(Stored data)
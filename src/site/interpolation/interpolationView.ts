import { background } from '../../cosmology/background.ts';
import type { QuantityId } from '../../cosmology/quantities.ts';
import type { Content, ParameterSet } from '../../inputs/types.ts';
import { Decimal } from '../../numerics/decimal.ts';
import { columnsOf } from '../../tables/columns.ts';
import type { Method } from '../../tables/neededStep.ts';
import { stepsNeeded } from '../../tables/stepsNeeded.ts';
import type { EditionTables, Table } from '../../tables/types.ts';
import { address } from '../addresses.ts';
import { currentEdition } from '../currentEdition.ts';
import { gridExtent } from '../gridText.ts';
import { renderMarkdown } from '../markdown.ts';
import type { Press } from '../press.ts';
import { quantityLink } from '../quantityLink.ts';
import { setTitle } from '../setTitle.ts';
import { realMinus, writtenNumber } from '../writtenNumber.ts';
import { type ErrorTable, errorTable } from './errorTable.ts';
import { errorText } from './errorText.ts';
import { INTERPOLATION_TEXT } from './interpolationText.ts';

/** The page on interpolation. */
export interface InterpolationView {
  readonly sections: readonly { readonly id: string; readonly title: string; readonly html: string }[];
  readonly edition: { readonly number: string; readonly address: string };
  readonly grids: readonly { readonly title: string; readonly extent: string }[];
  readonly largest: ErrorTable;
  readonly set: { readonly title: string; readonly address: string };
  readonly steps: readonly { readonly id: string; readonly title: string; readonly table: ErrorTable }[];
}

/** Stretches for which steps are given, and the errors wanted. */
const STRETCHES = [
  ['0.01', '0.1'],
  ['0.1', '1'],
  ['1', '10'],
] as const;
const WANTED = ['-4', '-6', '-8'] as const;
const METHODS = { linear: 'Linear', lagrange: 'Four rows' } as const satisfies Record<Method, string>;

export function interpolationView(press: Press): InterpolationView {
  const pressed = currentEdition(press);
  const { number } = pressed.edition;
  const set = shownSet(pressed);
  return {
    sections: INTERPOLATION_TEXT.map(({ id, title, body }) => ({
      id,
      title,
      html: renderMarkdown(body, { where: `src/site/interpolation, section ${id}`, link: quantityLink }),
    })),
    edition: { number, address: address.edition(number) },
    grids: gridsOf(pressed).map((grid) => ({ title: grid.title, extent: gridExtent(grid) })),
    largest: largestTable(press.content, pressed),
    set: { title: setTitle(set), address: address.set(number, set.id) },
    steps: stepTables(press.content, pressed, set),
  };
}

/** The first published set of the edition, or its first set if none is published. */
function shownSet({ tables, milestones }: EditionTables): ParameterSet {
  const sets = [...tables, ...milestones].map(({ set }) => set);
  const shown = sets.find(({ kind }) => kind === 'published') ?? sets[0];
  if (!shown) throw new Error('The current edition has no parameter set.');
  return shown;
}

function gridsOf({ tables }: EditionTables): readonly Table['grid'][] {
  return [...new Map(tables.map(({ grid }) => [grid.id, grid])).values()];
}

/** The largest errors of each column on each grid over all parameter sets. */
function largestTable(content: Content, pressed: EditionTables): ErrorTable {
  const found = new Map<string, number>();
  for (const { grid, interpolation } of pressed.tables) {
    for (const { column, ...errors } of interpolation) {
      for (const method of ['linear', 'lagrange'] as const) {
        const key = `${grid.id} ${method} ${column}`;
        const relative = errors[method]?.relative;
        if (relative !== undefined) found.set(key, Math.max(relative, found.get(key) ?? 0));
      }
    }
  }
  const grids = gridsOf(pressed);
  const groups = grids.map(({ title }) => ({ title, heads: Object.values(METHODS) }));
  return errorTable(content, pressed.edition.topics, 'Largest relative errors', groups, (column) =>
    grids.flatMap(({ id }) =>
      (['linear', 'lagrange'] as const).map((method) => errorText(found.get(`${id} ${method} ${column}`))),
    ),
  );
}

/** For each method the step that each wanted error needs in each stretch. */
function stepTables(content: Content, pressed: EditionTables, set: ParameterSet): InterpolationView['steps'] {
  const { topics, digits } = pressed.edition;
  const columns = topics.flatMap((topic) => columnsOf(topic).map(({ id }): QuantityId => id));
  const model = background(set.parameters);
  const wanted = WANTED.map((power) => Number(`1e${power}`));
  const needed = STRETCHES.map(([from, to]) =>
    stepsNeeded(model, columns, { from: Decimal.parse(from), to: Decimal.parse(to) }, wanted, digits),
  );
  const groups = STRETCHES.map(([from, to]) => ({
    title: `${from} to ${to}`,
    heads: WANTED.map((power) => `10<sup>${realMinus(power)}</sup>`),
  }));
  return (['linear', 'lagrange'] as const).map((method) => ({
    id: `steps-${method}`,
    title: METHODS[method],
    table: errorTable(content, topics, `Steps needed, ${METHODS[method].toLowerCase()}`, groups, (column) =>
      needed.flatMap((byColumn) =>
        (byColumn.get(column)?.[method] ?? []).map((step) => (step ? writtenNumber(String(step)) : '')),
      ),
    ),
  }));
}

> **Exercise instructions**:
What are the lines from the one with "const wanted = WANTED.map((power)" through the end of the records above? Set them down exactly, both ends included, and nothing else.

> **Completed task**:
  const wanted = WANTED.map((power) => Number(`1e${power}`));
  const needed = STRETCHES.map(([from, to]) =>
    stepsNeeded(model, columns, { from: Decimal.parse(from), to: Decimal.parse(to) }, wanted, digits),
  );
  const groups = STRETCHES.map(([from, to]) => ({
    title: `${from} to ${to}`,
    heads: WANTED.map((power) => `10<sup>${realMinus(power)}</sup>`),
  }));
  return (['linear', 'lagrange'] as const).map((method) => ({
    id: `steps-${method}`,
    title: METHODS[method],
    table: errorTable(content, topics, `Steps needed, ${METHODS[method].toLowerCase()}`, groups, (column) =>
      needed.flatMap((byColumn) =>
        (byColumn.get(column)?.[method] ?? []).map((step) => (step ? writtenNumber(String(step)) : '')),
      ),
    ),
  }));
}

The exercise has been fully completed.